In a critical analysis of the episode, author Jen A. Blue described "Suited for Success" as the series' first "truly flawless" episode, and that it successfully balanced different approaches the show had been exploring throughout the first season. Blue praised the episode for giving every member of the Mane Six a meaningful role while keeping all characters thoroughly in character, and highlighted its character-based humor, real stakes for Rarity in terms of business success and professional pride, and the way it avoided making any character a villain. She identified a Stephen Sondheim reference in Rarity's song (Putting It Together from the musical Sunday in the Park with George) and noted the episode's generation of enduring memes, particularly "twenty percent cooler." Blue wrote that this episode marked a turning point where the series began actively seeking to transform its viewers; the main characters' demands on Rarity is an allegory for different types of fan behaviors and complaints commonly found in Internet fan communities.

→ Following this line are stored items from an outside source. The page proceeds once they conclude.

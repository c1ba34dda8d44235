// SPDX-License-Identifier: GPL-2.0-or-later
#include "model/study_file.h"

#include <gtest/gtest.h>

#include <fstream>
#include <string>

#include "base/error.h"
#include "support/temporary_folder.h"

namespace foreglow {
namespace {

bool has(const std::string& message, const std::string& part) {
    return message.find(part) != std::string::npos;
}

constexpr const char* head = "model = \"disc-and-loops\"\nnside = 64\n";
constexpr const char* channel = "[[channel]]\nname = \"low\"\nfrequency = \"30 GHz\"\n";

StudySpec make(const std::string& text) {
    return make_study(parse_toml(text, "s.toml"), "s.toml");
}

std::string message_of(const std::string& text) {
    try {
        (void)make(text);
    } catch (const InputError& error) {
        return error.what();
    }
    return "";
}
/// The message for one more line at the top, which is line 3 of the file.
std::string message_of_key(const std::string& line) {
    return message_of(head + line + "\n" + channel);
}
/// The message for one more line in the channel, which is line 6 of the file.
std::string message_of_channel(const std::string& line) {
    return message_of(std::string(head) + channel + line + "\n");
}

TEST(StudyFile, HasTheDefaultsOfTheInterface) {
    const StudySpec study = make(std::string(head) + channel);
    EXPECT_EQ(study.title, "s");
    EXPECT_TRUE(study.model_is_bundled);
    EXPECT_EQ(study.model, "disc-and-loops");
    EXPECT_EQ(study.model_place, "s.toml:1:9");
    EXPECT_EQ(study.nside, 64);
    EXPECT_EQ(study.lmax, 128);
    EXPECT_FALSE(study.polarized);
    EXPECT_EQ(study.unit, BrightnessUnit{});
    EXPECT_EQ(study.precision, MapPrecision::Float32);
    EXPECT_EQ(study.frame, Frame::Galactic);
    EXPECT_EQ(study.ordering, Ordering::Ring);
    EXPECT_EQ(study.convention, PolarizationConvention::Cosmo);
    EXPECT_FALSE(study.remove_monopole);
    EXPECT_FALSE(study.pixel_window);
    EXPECT_FALSE(study.coverage.has_value());
    EXPECT_EQ(study.accuracy, 1e-5);
    EXPECT_EQ(study.seed, 0U);
    EXPECT_EQ(study.realizations, 1);
    EXPECT_EQ(study.truth, TruthLevel::Maps);
    EXPECT_TRUE(study.warnings.empty());
    ASSERT_EQ(study.channels.size(), 1U);
    EXPECT_EQ(study.channels[0].frequency->hz(), 30e9);
    EXPECT_FALSE(study.channels[0].bandwidth.has_value());
    EXPECT_EQ(study.channels[0].response_weights, ResponseWeights::Temperature);
}

TEST(StudyFile, ReadsEveryKey) {
    const StudySpec study = make(R"(title = "T"
model = "disc-and-loops"
nside = 8
stokes = "IQU"
unit = "MJy/sr"
precision = "float64"
frame = "ecliptic"
ordering = "nested"
polarization_convention = "IAU"
monopole = "remove"
pixel_window = true
lmax = 10
accuracy = 1e-7
seed = 9223372036854775807
realizations = 3
truth = "full"
response_weights = "photon"
reference_flux_index = -1
[[channel]]
name = "a"
frequency = "30 GHz"
bandwidth = "6 GHz"
beam_fwhm = "33 arcmin"
noise = "5 uK_CMB arcmin"
[[channel]]
name = "b"
frequency = "40 GHz"
response_weights = "radiance"
reference_flux_index = 2.5
)");
    EXPECT_EQ(study.title, "T");
    EXPECT_TRUE(study.polarized);
    EXPECT_EQ(study.unit.kind, BrightnessUnit::Kind::MegajanskyPerSteradian);
    EXPECT_EQ(study.precision, MapPrecision::Float64);
    EXPECT_EQ(study.frame, Frame::Ecliptic);
    EXPECT_EQ(study.ordering, Ordering::Nested);
    EXPECT_EQ(study.convention, PolarizationConvention::Iau);
    EXPECT_TRUE(study.remove_monopole);
    EXPECT_TRUE(study.pixel_window);
    EXPECT_EQ(study.lmax, 10);
    EXPECT_EQ(study.accuracy, 1e-7);
    EXPECT_EQ(study.seed, 9223372036854775807U);
    EXPECT_EQ(study.realizations, 3);
    EXPECT_EQ(study.truth, TruthLevel::Full);
    EXPECT_EQ(study.channels[0].bandwidth->hz(), 6e9);
    EXPECT_DOUBLE_EQ(study.channels[0].beam_fwhm->arcmin(), 33);
    EXPECT_EQ(study.channels[0].noise, "5 uK_CMB arcmin");
    EXPECT_EQ(study.channels[0].response_weights, ResponseWeights::Photon);
    EXPECT_EQ(study.channels[0].reference_flux_index, -1);
    EXPECT_EQ(study.channels[1].response_weights, ResponseWeights::Radiance);
    EXPECT_EQ(study.channels[1].reference_flux_index, 2.5);
}

TEST(StudyFile, RefusesWrongKeysOfTheStudyAtTheirPlace) {
    for (const char* line : {"stokes = \"QU\"",
                             "stokes = 3",
                             "unit = \"K\"",
                             "unit = \"uk_cmb\"",
                             "precision = \"double\"",
                             "frame = \"G\"",
                             "ordering = \"spiral\"",
                             "polarization_convention = \"none\"",
                             "monopole = true",
                             "coverage = \"none.fits\"",
                             "pixel_window = 1",
                             "lmax = 257",
                             "lmax = 0",
                             "lmax = 12.5",
                             "accuracy = 1e-9",
                             "accuracy = 0.1",
                             "accuracy = nan",
                             "accuracy = \"high\"",
                             "seed = -1",
                             "seed = 1.5",
                             "realizations = 0",
                             "truth = \"some\"",
                             "truth = 1",
                             "response_weights = \"energy\"",
                             "reference_flux_index = inf",
                             "title = 5",
                             "channels = 1",
                             "channel_grid = 3"}) {
        const std::string message = message_of_key(line);
        EXPECT_EQ(message.substr(0, 9), "s.toml:3:") << line << " -> " << message;
        EXPECT_EQ(message.find('\n'), std::string::npos) << line;
    }
}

She concluded that the episode showed how fans can learn to embrace a creator's artistic vision instead of insisting on imposing their own preferences.

Sherilyn Connelly, the author of Ponyville Confidential, gave the episode an "A+" rating, and wrote that it is one of the best episodes of Friendship Is Magic.

Kieran Hair, writing in WhatCulture, remarked that the episode taught a problematic lesson about prioritizing appeasing friends over legitimate customer expectations. Hair criticized the episode's framing of the friends' complaints as ingratitude toward Rarity's generosity, as they were actually paying clients who had legitimate rights to request alterations to products they purchased. He contended that the episode incorrectly characterized a business transaction as an act of generosity, noting that Rarity was performing paid work rather than giving gifts, and that the moral lesson ignored the friends' consumer rights in favor of portraying their design requests as unreasonable demands.

== In popular culture ==
The episode generated one of the series' most enduring Internet memes with the phrase "20% cooler", spoken by Rainbow Dash when critiquing one of Rarity's dress designs during the song "The Art of the Dress". This phrase became one of the show's most recognizable and frequently referenced lines among fans. The phrase was featured on one of the first Friendship Is Magic merchandise items sold at Hot Topic in August 2011, a silhouette shirt of Rainbow Dash with the text "This Shirt Just Got 20 Percent Cooler." At the July 2011 ConnectiCon convention, media analyst Scott Spaziani devoted significant time to examining "The Art of the Dress" during a panel about the series' fandom.

The episode also marked the first appearance of a background character who would become popular among fans as a disc jockey at Rarity's fashion show; following the broadcast, a poll on the fan website Equestria Daily established the character's names as "DJ PON-3" and "Vinyl Scratch". As Connelly noted, despite the episode's fashion-focused content, the episode had a significant cultural impact on the brony fandom. Mary Carreon of OC Weekly wrote that "[Vinyl Scratch] looks suspiciously like Skrillex."

== Home media ==
The episode is part of the Season 1 DVD set, released by Shout Factory on December 4, 2012.